Activity: Copy exactly, and only, the lines from the one containing "a new layer." through the last line of the records below.

◇ ◇ ◇ ◇ ◇

/// Creates a lab compaction test for a source, fitting its curve; may supersede an earlier one.
pub async fn create_lab_test(
    pool: &Pool,
    source_id: i64,
    input: &LabTestInput,
    actor: &Actor,
) -> Result<db::lab_tests::LabTest> {
    let source = db::sources::get(pool, source_id).await?.ok_or_else(|| {
        AppError::not_found("source_id", format!("source {source_id} does not exist"))
    })?;
    let effort = resolve_effort(input.effort.trim(), input.custom_effort.as_ref())?;
    let gs = quantity(
        "specific_gravity",
        SpecificGravity::new(input.specific_gravity.unwrap_or(source.gs_fines)),
    )?;
    let points = input
        .points
        .iter()
        .enumerate()
        .map(|(i, p)| reduce_lab_point(i, p))
        .collect::<Result<Vec<_>>>()?;
    let fit =
        fit_curve(&points, Some(gs)).map_err(|e| AppError::invalid("points", e.to_string()))?;
    let (approval, concerns_json) =
        super::reference::initial_approval(&reduction::curve_quality::concerns(&points, &fit));
    let warnings: Vec<_> = fit
        .warnings
        .iter()
        .map(|w| json!({"code": w.code, "message": w.message}))
        .collect();
    if let Some(old) = input.supersedes_lab_test_id {
        let prior = db::lab_tests::get(pool, old).await?;
        if prior.as_ref().is_none_or(|p| p.source_id != source_id) {
            return Err(AppError::invalid(
                "supersedes_lab_test_id",
                format!("lab test {old} is not a test of source {}", source.code),
            ));
        }
        if input.supersede_reason.trim().is_empty() {
            return Err(AppError::invalid(
                "supersede_reason",
                "is required when superseding a lab test",
            ));
        }
    }
    let now = clock::now();
    let record = db::lab_tests::LabTest {
        id: 0,
        source_id,
        code: code("code", &input.code)?,
        tested_on: date("tested_on", &input.tested_on)?,
        effort: if input.effort.trim() == "custom" {
            format!("custom: {}", effort.name)
        } else {
            input.effort.trim().to_string()
        },
        effort_energy_kj_m3: effort.energy_kj_m3(),
        specific_gravity: gs.value(),
        points_json: serde_json::to_string(&input.points).map_err(anyhow::Error::from)?,
        max_dry_density_kg_m3: fit.max_dry_density.kg_m3(),
        optimum_water_content_pct: fit.optimum_water_content.pct(),
        fit_method: fit.method.code(),
        warnings_json: serde_json::Value::Array(warnings).to_string(),
        reduction_version: reduction::REDUCTION_VERSION.to_string(),
        status: CurveStatus::Active,
        superseded_reason: None,
        superseded_at: None,
        created_at: now.clone(),
        created_by: actor.name.clone(),
        approval,
        approval_concerns_json: concerns_json,
        approval_reason: None,
        approved_by: None,
        approved_at: None,
        quality_checked: 1,
    };
    if let Some(old) = input.supersedes_lab_test_id {
        check_superseding_curve(pool, old, &record).await?;
    }
    let mut tx = db::begin_write(pool).await?;
    if let Some(old) = input.supersedes_lab_test_id
        && !db::lab_tests::supersede(&mut tx, old, input.supersede_reason.trim(), &now).await?
    {
        return Err(AppError::conflict(
            "supersedes_lab_test_id",
            format!("lab test {old} is already superseded"),
            vec![],
        ));
    }
    let t = db::lab_tests::insert(&mut tx, &record)
        .await
        .map_err(unique("code", &format!("lab test {}", record.code)))?;
    if let Some(old) = input.supersedes_lab_test_id {
        // No lot moves: an accepted lot keeps the curve it was accepted against, and an
        // open one moves only when a QC manager re-points it (`ledger::repoint`).
        audit::record(
            &mut tx,
            &audit::Change {
                actor: &actor.name,
                action: "supersede",
                entity: "lab_test",
                entity_id: Some(old),
                project_id: Some(source.project_id),
                before: Some(json!({"status": "active"})),
                after: Some(
                    json!({"status": "superseded", "replaced_by": t.id, "lots_moved": 0,
                                   "reason": input.supersede_reason.trim()}),
                ),
                origin: &actor.origin,
            },
            &now,
        )
        .await?;
    }
    audit_insert(
        &mut tx,
        actor,
        "lab_test",
        t.id,
        source.project_id,
        json!(t),
        &now,
    )
    .await?;
    tx.commit().await?;
    Ok(t)
}

/// Refuses a superseding curve that cannot be the reference of every lot it would take over
/// (effort family, approval): the lots keep judging against the old curve.
async fn check_superseding_curve(
    pool: &Pool,
    old: i64,
    new: &db::lab_tests::LabTest,
) -> Result<()> {
    for (lot_code, clause_id) in db::lots::using_lab_test(pool, old).await? {
        let clause = db::clauses::get(pool, clause_id)
            .await?
            .ok_or_else(|| anyhow::anyhow!("lot {lot_code} refers to a missing clause"))?;
        super::reference::check_lot_reference(&clause, new).map_err(|e| {
            AppError::invalid(
                "lab_test_id",
                format!(
                    "the new curve cannot replace lab test {old} for lot {lot_code}: {}",
                    e.user_message()
                ),
            )
        })?;
    }
    Ok(())
}

/// Body of a new layer.
#[derive(Debug, Clone, Deserialize)]
#[serde(deny_unknown_fields)]
pub struct LayerInput {
    pub zone: String,
    pub number: i64,
    pub thickness_mm: Option<f64>,
}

◇ ◇ ◇ ◇ ◇

Answer to the problem:
/// Body of a new layer.
#[derive(Debug, Clone, Deserialize)]
#[serde(deny_unknown_fields)]
pub struct LayerInput {
    pub zone: String,
    pub number: i64,
    pub thickness_mm: Option<f64>,
}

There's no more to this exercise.